I'm reading Taylor Cross Entropy Loss
paper and came across the formulation of Mean Absolute Error (MAE), which is described as following:
$$
\mathcal{L}_{MAE}(f({\bf x}), y) = \Vert{e_y – f({\bf x})}\Vert_{1} = 2 – 2f_y({\bf x})
$$
As mentioned in the linked paper's section 3.1, $e_y$ is one hot encoded vector having same dimension as $f({\bf x})$.
What I don't understand is that from where does the constant 2
come from in above formulation? I'm referring to this formulation if MAE
on Wikipedia.
Any hint/reference would be appreciated. Thanks.
Edit
As requested in the comment, here is the context of the above formulation.
- The linked paper talks about training a deep neural network for
k
class classification. ${\bf x}$ is a feature vector (e.g. image of cat) and $y$ is ground truth label. - The neural network is represented as an unknown complex function $f$.
- $e_y$ is one hot encoded vectors of ground truths. For example, if
k=2
(cat and dog), then $e_y = [0, 1]$ for cat and $e_y = [1, 0]$ for dog. - $f({\bf x})$ is what predicted by neural network. It can be probabilities for each class. For example, a well trained neural network will output $f({\bf x}) = [0.05, 0.95]$ for an image of cat.

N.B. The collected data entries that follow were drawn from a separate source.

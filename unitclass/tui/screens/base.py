"""What all screens share: a foot, typing into it, choosing from lists, and repainting late."""

from __future__ import annotations

from collections.abc import Callable, Sequence
from dataclasses import dataclass, field, replace
from typing import ClassVar, Protocol

from textual import events
from textual.screen import Screen

from unitclass.tui.choice import Option, matching
from unitclass.tui.keys import KeyMap
from unitclass.tui.renderables.choice_rows import choice_rows
from unitclass.tui.renderables.sheet import Sheet
from unitclass.tui.theme import Theme
from unitclass.tui.widgets.foot import Foot
from unitclass.tui.widgets.line_entry import LineEntry

CHOOSING = (("Enter", "take"), ("Up Down", "choose"), ("Esc", "leave"))
TYPING = (("Enter", "keep"), ("Esc", "leave"))


class Coverable(Protocol):
    """A part of the screen over which a list can be shown."""

    def cover(self, draw: Callable[[int, int], Sheet] | None) -> None:
        """Show something else, until None."""
        ...


@dataclass(frozen=True)
class Question:
    """Something that is being typed: what for, with which options, and who takes the answer.

    `done` gets the chosen option's value, or the text itself where there are no options;
    `live` gets the text while it is typed.
    """

    lead: str
    done: Callable[[str], None]
    options: tuple[Option, ...] = ()
    entry: LineEntry = field(default_factory=LineEntry)
    here: int = 0
    live: Callable[[str], None] | None = None

    @property
    def found(self) -> list[Option]:
        """Return the options that the typed letters find."""
        return matching(self.options, self.entry.text)


class BaseScreen(Screen[str]):
    """A screen with a foot. Subclasses name themselves and fill the rest."""

    KEYS: ClassVar[str] = ""
    AUTO_FOCUS = None
    DEFAULT_CSS = "BaseScreen { overflow: hidden; layout: horizontal; }"

    def __init__(self, theme: Theme, keys: KeyMap) -> None:
        super().__init__()
        self.inks, self.keys = theme, keys
        self.foot = Foot(theme, keys.footer(self.KEYS))
        self._question: Question | None = None
        self._is_repaint_due = False

    def list_area(self) -> Coverable:
        """Return the part of the screen where a list to choose from is shown."""
        raise NotImplementedError

    def repaint(self) -> None:
        """Show the present state in every part; subclasses say how."""

    def repaint_soon(self) -> None:
        """Repaint once, after all keys that wait have been dealt with."""
        if not self._is_repaint_due:
            self._is_repaint_due = True
            self.call_later(self._repaint_now)

    def _repaint_now(self) -> None:
        self._is_repaint_due = False
        if self.is_mounted:
            self.repaint()

    def say(self, message: str, ink: str = "") -> None:
        """Show a message at the foot."""
        self.foot.say(message, ink)

    # ------------------------------------------------------------------ typing and choosing

    def ask(self, lead: str, done: Callable[[str], None], *, options: Sequence[Option] = (), text: str = "",
            live: Callable[[str], None] | None = None) -> None:
        """Let the user type, or choose one of `options` by typing; `done` gets the answer."""
        self._question = Question(lead, done, tuple(options), LineEntry.holding(text), live=live)
        self._show_question()

    def on_key(self, event: events.Key) -> None:
        """Act on a key at once, before the next one is looked at.

        While something is being asked, keys go to the entry. The toolkit's own way, by bindings,
        acts a few messages later: of "t" and "p" in one packet, the "p" would be a key of its own.
        """
        event.stop()
        event.prevent_default()
        if self.app.screen is not self:  # a key before this one has opened another screen
            self.app.screen.post_message(events.Key(event.key, event.character))
        elif self._question is not None:
            self._answer(event.key, event.character)
        elif action := self.keys.action(self.KEYS, event.key):
            name, argument = action
            getattr(self, f"action_{name}")(*argument)

    def on_paste(self, event: events.Paste) -> None:
        """Paste into the entry; anywhere else a paste is not a row of keys."""
        event.stop()
        if self._question is not None:
            self._typed(self._question.entry.typed(event.text))

    def _answer(self, key: str, character: str | None) -> None:
        question = self._question
        assert question is not None
        if key == "escape" or key == "ctrl+c":
            self._end_question()
        elif key == "enter":
            self._take(question)
        elif key in ("up", "down") and question.options:
            step = 1 if key == "down" else -1
            here = min(max(question.here + step, 0), max(len(question.found) - 1, 0))
            self._question = replace(question, here=here)
            self._show_question()
        elif character is not None and character.isprintable() and not key.startswith("ctrl+"):
            self._typed(question.entry.typed(character))
        else:
            self._typed(question.entry.pressed(key))

    def _typed(self, entry: LineEntry) -> None:
        question = self._question
        assert question is not None
        if entry == question.entry:
            return
        here = question.here if entry.text == question.entry.text else 0
        self._question = replace(question, entry=entry, here=here)
        if question.live is not None:
            question.live(entry.text)
        self._show_question()

    def _take(self, question: Question) -> None:
        if not question.options:
            self._end_question()
            question.done(question.entry.text.strip())
        elif question.found:
            self._end_question()
            question.done(question.found[question.here].value)

    def _end_question(self) -> None:
        has_list = self._question is not None and bool(self._question.options)
        self._question = None
        self.foot.end_typing()
        if has_list:
            self.list_area().cover(None)

    def _show_question(self) -> None:
        question = self._question
        assert question is not None
        self.foot.type_into(question.lead, question.entry, CHOOSING if question.options else TYPING)
        if question.options:
            self.list_area().cover(self._draw_options)

    def _draw_options(self, width: int, height: int) -> Sheet:
        question = self._question
        assert question is not None
        shown = [(option.label, option.detail) for option in question.found]
        return choice_rows(question.lead, shown, question.here, width, height, look=self.inks.look)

- The mean absolute difference between ground truth labels and the predicted outputs for all images is what I refer to
MAE
.
Best Answer
Suppose both $e_y$ and $f(x)$ are vectors where a single element has value $1$ and all other elements have value $0$. Therefore, $\Vert{e_y - f({\bf x})}\Vert_{1}=0$ if the position of the $1$ is the same in both vectors, and $\Vert{e_y - f({\bf x})}\Vert_{1}=2$ if the position is not the same. For $e_y$, the $1$ is at position $y$, so if $(f({\bf x}))_y$ is also $1$, the error is $0$.
Interestingly, the formula also holds when the assumption on $f(x)$ is relaxed to assuming that the elements are nonnegative and sum to $1$: \begin{align}\Vert{e_y - f({\bf x})}\Vert_{1} &= \sum_j |(e_y)_j - (f(x))_j| \\ &= |(e_y)_y - (f(x))_y| + \sum_{j:j\neq y} |(e_y)_j - (f(x))_j| \\ &= |1 - (f(x))_y| + \sum_{j:j\neq y} |0 - (f(x))_j| \\ &= 1 - (f(x))_y + \sum_{j:j\neq y} (f(x))_j \\ &= 1 - 2(f(x))_y + \sum_j (f(x))_j \\ &= 2 - 2(f(x))_y \end{align}